Precision agriculture means that plants (or animals) get precisely the treatment they need, determined with great accuracy thanks to the latest technology. A range of forms of technology are used to this end, including GPS, sensor technology, ICT and robotics. Technology can assist in strategic decision-making at farm level as well as with operational actions at plant level. This allows production to be optimised and means we can work on more sustainable crops. The big difference with classical agriculture is that rather than determining the necessary action for each individual field, precision agriculture allows actions to be determined per square metre or even per plant.
Observation - Diagnostics - Decisions - Implementation
A range of technologies are deployed for plant-specific crop actions in precision agriculture such as GPS, sensor technology, ICT and robotics. Crop actions at plant level form the basis for the further optimisation of the production and improved sustainability of the crops.
In order to achieve this, sensors are required to record observational data from the crops and/or the soil (Observation). On the basis of the sensor values, specific software with decision rules and models is used to ascertain the condition of the crop or soil and any deficiencies or needs (Diagnostics) and determine whether location-specific treatment is necessary and if so, which (Decisions). Lastly, the treatment also needs to be performed by means of the correct operation of machines (Implementation). After evaluation, the chain starts again from the beginning. The precision agriculture system is also being developed within livestock farming, particularly dairy farming (Smart Dairy Farming).
Improvements required in precision agriculture
In order to make precision agriculture a widely-accepted notion, various additional improvements and new developments are still needed. The ease of use, the accuracy, the robustness and the business advantages still need to be improved. For that reason, the study focuses on four strategic topics within precision agriculture:
- Improvement of the practical applicability of sensor images
- The continued development of computation models and decision rules that translate sensor images and data into better cultivation measures for the end users: growers and agricultural contractors.

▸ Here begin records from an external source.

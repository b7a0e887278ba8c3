package gainsay

import (
	"cmp"
	"context"
	"errors"
	"fmt"
	"io"
	"slices"
	"time"

	"github.com/gainsay/gainsay/internal/sentence"
	"github.com/gainsay/gainsay/internal/textpos"
	"github.com/gainsay/gainsay/nli"
	"github.com/gainsay/gainsay/profile"
)

// SpanRule says which attributed words become penalty spans: a word whose weight is at least MinWeight
// and at least Relative times the pair's largest word weight.
type SpanRule struct {
	MinWeight float64
	Relative  float64
}

// Culprits marks the words the rule keeps, given every word's weight.
func (r SpanRule) Culprits(weights []float64) []bool {
	top := 0.0
	for _, w := range weights {
		top = max(top, w)
	}
	out := make([]bool, len(weights))
	if top == 0 || top < r.MinWeight {
		return out
	}
	for i, w := range weights {
		out[i] = w >= r.MinWeight && w >= r.Relative*top
	}
	return out
}

// DefaultSpanRule keeps words that carry at least half of the strongest word's effect. The floor only
// excludes words that change nothing measurable: a confident model barely moves when one word goes
// (against "My boat is made of wood", "My boat is made of steel" scores 0.9994, and 0.9946 without
// "steel"), yet that word is the one to blame, so the relative rule does the selecting.
var DefaultSpanRule = SpanRule{MinWeight: 0.001, Relative: 0.5}

// DefaultThreshold is the contradiction probability at which a pair is flagged.
const DefaultThreshold = 0.5

// Options tune a Checker. The zero value takes the defaults.
type Options struct {
	Threshold float64       // 0: DefaultThreshold
	Occlusion nli.Occlusion // "": nli.Delete
	Spans     SpanRule      // zero: DefaultSpanRule
	// Model names the model in every record (e.g. "builtin@1a2b3c4d").
	Model string
}

// Checker scores replies against a profile and turns contradictions into penalty spans. It is safe
// for concurrent use when its Scorer's Runner is.
type Checker struct {
	Scorer *nli.Scorer
	Options
}

// Stats summarise a run.
type Stats struct {
	Replies, Contradictions, Errors int
	// Pairs scored and pairs attributed (at or above the threshold).
	Pairs, Attributed int
	Elapsed           time.Duration
}

func (c *Checker) threshold() float64 {
	if c.Threshold > 0 {
		return c.Threshold
	}
	return DefaultThreshold
}

func (c *Checker) spanRule() SpanRule {
	if c.Spans == (SpanRule{}) {
		return DefaultSpanRule
	}
	return c.Spans
}

// pairRef ties a scored pair to its reply, fact and sentence.
type pairRef struct {
	reply, fact int
	sent        textpos.Range
}

// Check returns one record per reply, in order. Replies with Err set become error records. If the
// scorer fails on the batch, each reply is retried alone, so that one bad reply cannot sink the others;
// a reply that fails alone becomes an error record with the scorer's reason. Check cannot fail.
func (c *Checker) Check(p *profile.Profile, replies []Reply) ([]Record, Stats) {
	start := time.Now()
	recs, st, err := c.check(p, replies)
	if err != nil {
		// One bad reply must not sink the others: score each alone; one that still fails becomes an
		// error record (checking a reply that carries an error needs no scorer, so it cannot fail).
		batchErr := err
		recs, st = make([]Record, len(replies)), Stats{}
		for i, r := range replies {
			var one []Record
			var s1 Stats
			err := batchErr
			if len(replies) > 1 {
				one, s1, err = c.check(p, replies[i:i+1])
			}
			if err != nil {
				r.Err = err
				one, s1, _ = c.check(p, []Reply{r})
			}
			recs[i] = one[0]
			st.Pairs += s1.Pairs
			st.Attributed += s1.Attributed
		}
	}
	st.Replies = len(recs)
	for _, r := range recs {
		switch r.Verdict {
		case Contradiction:
			st.Contradictions++
		case Failed:
			st.Errors++
		}
	}
	st.Elapsed = time.Since(start)
	return recs, st
}

func (c *Checker) check(p *profile.Profile, replies []Reply) ([]Record, Stats, error) {
	var st Stats
	recs := make([]Record, len(replies))
	var refs []pairRef
	var pairs []nli.Pair
	for i, r := range replies {
		recs[i] = Record{ID: r.ID, Text: r.Text, Context: r.Context, Line: r.Line, Model: c.Model,
			Threshold: Prob(c.threshold()), Extra: r.Extra, Verdict: Consistent}
		if r.Err != nil {
			recs[i].Verdict, recs[i].Error = Failed, r.Err.Error()
			continue
		}
		sentences := sentence.Split(r.Text)
		for fi, f := range p.Facts {
			for _, s := range sentences {
				refs = append(refs, pairRef{i, fi, s})
				pairs = append(pairs, nli.Pair{Premise: f.Text, Hypothesis: r.Text[s.Start:s.End]})
			}
		}
	}
	st.Pairs = len(pairs)
	if len(pairs) == 0 {
		return recs, st, nil
	}
	scored, err := c.Scorer.Score(pairs)
	if err != nil {
		return nil, st, fmt.Errorf("scoring: %w", err)
	}
	var flagged []int
	for k, sc := range scored {
		rec := &recs[refs[k].reply]
		rec.Score = max(rec.Score, Prob(sc.Probs.Contradiction))
		if sc.Probs.Contradiction >= c.threshold() {
			flagged = append(flagged, k)
		}
	}
	st.Attributed = len(flagged)
	if len(flagged) > 0 {
		fp := make([]nli.Scored, len(flagged))
		for j, k := range flagged {
			fp[j] = scored[k]
		}
		how := c.Occlusion
		if how == "" {
			how = nli.Delete
		}
		attrs, err := c.Scorer.Attribute(fp, how)
		if err != nil {
			return nil, st, fmt.Errorf("attribution: %w", err)
		}
		indexes := map[int]textpos.Index{}
		for j, k := range flagged {
			ref := refs[k]
			rec := &recs[ref.reply]
			fact := p.Facts[ref.fact]
			idx, ok := indexes[ref.reply]
			if !ok {
				idx = textpos.New(rec.Text)
				indexes[ref.reply] = idx
			}
			rec.Verdict = Contradiction
			rec.Findings = append(rec.Findings, Finding{
				FactID: fact.ID,
				Fact:   fact.Text,
				Sentence: SentenceRef{
					Start: idx.Runes(ref.sent.Start), End: idx.Runes(ref.sent.End),
					ByteStart: ref.sent.Start, ByteEnd: ref.sent.End,
					Text: rec.Text[ref.sent.Start:ref.sent.End],
				},
				Probs:     ProbsOf(scored[k].Probs),
				Spans:     penaltySpans(rec.Text, idx, ref.sent.Start, attrs[j].Words, c.spanRule()),
				Truncated: attrs[j].Truncated,
				order:     ref.fact,
			})
		}
	}
	for i := range recs {
		slices.SortStableFunc(recs[i].Findings, func(a, b Finding) int {
			return cmp.Or(cmp.Compare(b.Probs.Contradiction, a.Probs.Contradiction),
				cmp.Compare(a.order, b.order), cmp.Compare(a.Sentence.Start, b.Sentence.Start))
		})
	}
	return recs, st, nil
}

// penaltySpans turns word weights of one sentence (offsets relative to the sentence at byte offset
// base of text) into merged spans over text, heaviest first.
func penaltySpans(text string, idx textpos.Index, base int, words []nli.WordWeight, rule SpanRule) []Span {
	weights := make([]float64, len(words))
	for i, w := range words {
		weights[i] = w.Weight
	}
	culprits := rule.Culprits(weights)
	var spans []Span
	open := false
	for i, w := range words {
		if !culprits[i] {
			open = false
			continue
		}
		s, e := base+w.Start, base+w.End
		if open {
			last := &spans[len(spans)-1]
			last.ByteEnd = e
			last.Weight = max(last.Weight, Prob(w.Weight))
			continue
		}
		spans = append(spans, Span{ByteStart: s, ByteEnd: e, Weight: Prob(w.Weight)})
		open = true
	}
	for i := range spans {
		sp := &spans[i]
		sp.Start, sp.End = idx.Runes(sp.ByteStart), idx.Runes(sp.ByteEnd)
		sp.Text = text[sp.ByteStart:sp.ByteEnd]
	}
	slices.SortStableFunc(spans, func(a, b Span) int {
		return cmp.Or(cmp.Compare(b.Weight, a.Weight), cmp.Compare(a.Start, b.Start))
	})
	return spans
}

// RunOptions tune Run.
type RunOptions struct {
	// Chunk is how many replies are scored together (0: 64); memory stays bounded by it.
	Chunk int
	// Progress, if set, is called with the number of replies done after each chunk.
	Progress func(done int)
}

// Run checks every reply of rr and writes one record per reply to w, in input order, chunk by chunk.
// It stops early only for read, write or scoring failures of the whole run, or when ctx is done.
func (c *Checker) Run(ctx context.Context, p *profile.Profile, rr *ReplyReader, w *RecordWriter, opts RunOptions) (Stats, error) {
	start := time.Now()
	chunk := opts.Chunk
	if chunk <= 0 {
		chunk = 64
	}
	var total Stats
	batch := make([]Reply, 0, chunk)
	flush := func() error {
		if len(batch) == 0 {
			return nil
		}
		recs, st := c.Check(p, batch)
		for i := range recs {
			if err := w.Write(&recs[i]); err != nil {
				return err
			}
		}
		total.Replies += st.Replies
		total.Contradictions += st.Contradictions
		total.Errors += st.Errors
		total.Pairs += st.Pairs
		total.Attributed += st.Attributed
		batch = batch[:0]
		if opts.Progress != nil {
			opts.Progress(total.Replies)
		}
		return nil
	}
	for {
		if err := ctx.Err(); err != nil {
			return total, err
		}
		r, err := rr.Next()
		if errors.Is(err, io.EOF) {
			break
		}
		if err != nil {
			return total, err
		}
		batch = append(batch, r)
		if len(batch) == chunk {
			if err := flush(); err != nil {
				return total, err
			}
		}
	}
	if err := flush(); err != nil {
		return total, err
	}
	total.Elapsed = time.Since(start)
	return total, w.Flush()
}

- The improvement of the ICT infrastructure, data interchangeability and standardisation.
- Demonstrating the advantages of precision agriculture that the growers and agricultural contractors could enjoy.
The initial successes achieved through precision agriculture
The first success stories have already been achieved through precision agriculture. Fixed tracks and straight-line systems have been introduced in arable farming and vegetable cultivation businesses, primarily in order to make cultivation measures such as ploughing easier. Section control is possible when using sprayers, thus reducing duplication in spraying activities. Yield maps can be created using measuring equipment on harvesting machines, making it possible to estimate and show the location-specific variations in yield. Crop reflectance measurements obtained through remote and near sensing can also be used to produce maps showing yield predictions. In turn, these measurements can be used as input for location-specific fertilisation and crop protection.
Ongoing research into precision agriculture
The experts at Wageningen University & Research are participating in a variety of research programmes in the field of precision agriculture. The objective of these public-private partnerships is to accelerate the implementation of innovative technologies and to clearly set out their advantages for growers, chair parties and society in general. The partners within the research programme are end users, suppliers, chain parties and knowledge institutes.